Beitrag von Alchemist »

Hi miteinander!

Ich hätte mal eine Frage, die mich brennend interessiert. Im Buch vom Doc wird ja beschrieben, die Kerne unbedingt (i) mitmaischen und (ii) 10 % mitbrennen.
Ich verstehe den Sinn hinterm Mitmaischen, da sich dann zumindest das Fruchtfleisch restlos lösen sollte. Aber wie seht ihr Punkt (ii), einen Teil der Steine im Kessel mitbrennen?
Hat das schon mal jemand von euch untersucht, ob das Boukett (?) vom Edelbrand merklich verbessert? Meine Steine befinden sich noch in der hochgradigen Maische (aufgezuckert, Turbohefe, also wie vom Doc empfohlen) und "reifen" jetzt..

Und der zweite Teil meiner Frage: ihr verarbeitet hauptsächlich ungezuckert bis wenig gezuckerte Maischen oder? In einem anderen Beitrag bei euch habe ich gelesen, dass die Aromen in der ungezuckerten Maische besser rüber kommen sollen.
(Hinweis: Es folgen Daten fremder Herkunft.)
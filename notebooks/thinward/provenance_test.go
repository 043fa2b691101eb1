package main

import (
	"os"
	"path/filepath"
	"strings"
	"testing"

	"thinward/notebooks/runner"
	"thinward/notebooks/session"
)

// fakeReport lays out a report by hand: a series of one file, and a result that
// names its SHA-256.
func fakeReport(t *testing.T, manifestText string) (dir, series string) {
	t.Helper()
	root := t.TempDir()
	dir, series = filepath.Join(root, "out"), filepath.Join(root, "data", "my.toml")
	for _, d := range []string{dir, filepath.Dir(series)} {
		if err := os.MkdirAll(d, 0o777); err != nil {
			t.Fatal(err)
		}
	}
	put := func(path, text string) {
		if err := os.WriteFile(path, []byte(text), 0o644); err != nil {
			t.Fatal(err)
		}
	}
	put(series, manifestText)
	put(filepath.Join(root, "data", "a.cif"), "data_a\n")
	input := `{"path": "a.cif", "sha256": "` + sumOf([]byte("data_a\n")) + `"}` // two blocks of one file
	put(filepath.Join(dir, session.ResultFile), `{"schema": "thinward.result/1", "inputs": [`+input+`, `+input+`]}`)
	for _, name := range []string{pageFile, session.PairsFile} {
		put(filepath.Join(dir, name), name)
	}
	nb, err := committed(notebookFile)
	if err != nil {
		t.Fatal(err)
	}
	text, err := nb.Bytes()
	if err != nil {
		t.Fatal(err)
	}
	put(filepath.Join(dir, notebookFile), string(text))
	p, err := newProvenance(series, dir, map[string]string{"series": series, "replicates": "100"})
	if err != nil {
		t.Fatal(err)
	}
	data, err := p.bytes()
	if err != nil {
		t.Fatal(err)
	}
	put(filepath.Join(dir, provenanceFile), string(data))
	return dir, series
}

func TestProvenance(t *testing.T) {
	dir, series := fakeReport(t, goodManifest)
	r, err := openReport(dir)
	if err != nil {
		t.Fatal(err)
	}
	p := r.provenance
	if p.Manifest != "../data/my.toml" || p.ManifestText != goodManifest || len(p.Set) != 1 || p.Set["replicates"] != "100" {
		t.Errorf("%+v", p)
	}
	got, file, err := r.source("")
	if err != nil {
		t.Fatal(err)
	}
	if filepath.Clean(got) != series || file.Title != "Tarn" {
		t.Errorf("%s is not %s", got, series)
	}
	if nb, own, err := r.code(); err != nil || !own || nb == nil {
		t.Errorf("own %v, %v", own, err)
	}
}

func TestBundleOfFilesElsewhere(t *testing.T) {
	outside := filepath.Join(t.TempDir(), "a.cif")
	if err := os.WriteFile(outside, []byte("data_a\n"), 0o644); err != nil {
		t.Fatal(err)
	}
	dir, _ := fakeReport(t, strings.Replace(goodManifest, `"a.cif"`, `'`+outside+`'`, 1))
	files, err := gatherBundle(dir)
	if err != nil {
		t.Fatal(err)
	}
	data, err := writeBundle(files)
	if err != nil {
		t.Fatal(err)
	}
	zipped, in := filepath.Join(t.TempDir(), "b.zip"), t.TempDir()
	if err := os.WriteFile(zipped, data, 0o644); err != nil {
		t.Fatal(err)
	}
	if err := unpackBundle(zipped, in); err != nil {
		t.Fatal(err)
	}
	if err := os.Remove(outside); err != nil {
		t.Fatal(err)
	}
	r, err := openReport(filepath.Join(in, bundleReport))
	if err != nil {
		t.Fatal(err)
	}
	if _, _, err := r.source(""); err != nil {
		t.Errorf("the bundle does not stand by itself: %v", err)
	}
	for name, text := range files {
		if strings.HasPrefix(name, bundleInputs) && strings.Contains(string(text), filepath.Dir(outside)) {
			t.Errorf("%s still names %s", name, outside)
		}
	}
}

func TestSourceRefuses(t *testing.T) {
	dir, series := fakeReport(t, goodManifest)
	r, err := openReport(dir)
	if err != nil {
		t.Fatal(err)
	}
	input := filepath.Join(filepath.Dir(series), "a.cif")
	for _, c := range []struct {
		name string
		do   func() error
		want string
	}{
		{"changed input", func() error { return os.WriteFile(input, []byte("data_b\n"), 0o644) }, "has changed since the report"},
		{"no input", func() error { return os.Remove(input) }, "cannot be read"},
		{"changed manifest", func() error { return os.WriteFile(series, []byte(goodManifest+"\n"), 0o644) }, "is not the manifest this report was made with"},
		{"no manifest", func() error { return os.Remove(series) }, "say where it lies with --series"},
		{"no provenance", func() error { r.provenance = nil; return nil }, "it is not a report of examine"},
	} {
		if err := c.do(); err != nil {
			t.Fatal(err)
		}
		if _, _, err := r.source(""); err == nil || !strings.Contains(err.Error(), c.want) {
			t.Errorf("%s: %v, want %q", c.name, err, c.want)
		}
	}
}

func TestSameCode(t *testing.T) {
	make := func() *runner.Notebook {
		return &runner.Notebook{Cells: []*runner.Cell{
			{Type: "markdown", Source: "text"},
			{Type: "code", Source: "n := 3", Tags: []string{"parameters"}},
			{Type: "code", Source: "n", Count: 7, Outputs: []runner.Output{{Type: "stream", Text: "3"}}},
		}}
	}
	ours := make()
	for _, c := range []struct {
		name string
		do   func(*runner.Notebook)
		want bool
	}{
		{"the same", func(*runner.Notebook) {}, true},
		{"no outputs", func(nb *runner.Notebook) { nb.Strip() }, true},
		{"other words", func(nb *runner.Notebook) { nb.Cells[0].Source = "mine" }, true},
		{"values set", func(nb *runner.Notebook) {
			nb.Cells = append(nb.Cells, &runner.Cell{Type: "code", Source: "n = 4", Tags: []string{setCellTag}})
		}, true},
		{"other code", func(nb *runner.Notebook) { nb.Cells[2].Source = "n " }, false},
		{"more code", func(nb *runner.Notebook) {
			nb.Cells = append(nb.Cells, &runner.Cell{Type: "code", Source: "n = 4"})
		}, false},
		{"less code", func(nb *runner.Notebook) { nb.Cells = nb.Cells[:2] }, false},
		{"other order", func(nb *runner.Notebook) { nb.Cells[1], nb.Cells[2] = nb.Cells[2], nb.Cells[1] }, false},
		{"no parameters", func(nb *runner.Notebook) { nb.Cells[1].Tags = nil }, false},
	} {
		nb := make()
		c.do(nb)
		if got := sameCode(nb, ours); got != c.want {
			t.Errorf("%s: %v, want %v", c.name, got, c.want)
		}
	}
}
Könnt ihr das auch irgendwie begründen, weil ich würde da auch auf der Seite von Schmickl stehen, und eine hochgradige einer "normalen" Maische eigentlich bevorzugen, um einerseits die Ausbeute zu erhöhen, und andererseits dass sich die Aromastoffe besser im Ethanol lösen können?

Auch zum Reifen habe ich bei euch gelesen, dass das eher mehr Schein sein soll. Glaubt ihr, dass diese Veresterung nicht stattfindet, so wie im Buch behauptet?

Freue mich auf eure Antworten!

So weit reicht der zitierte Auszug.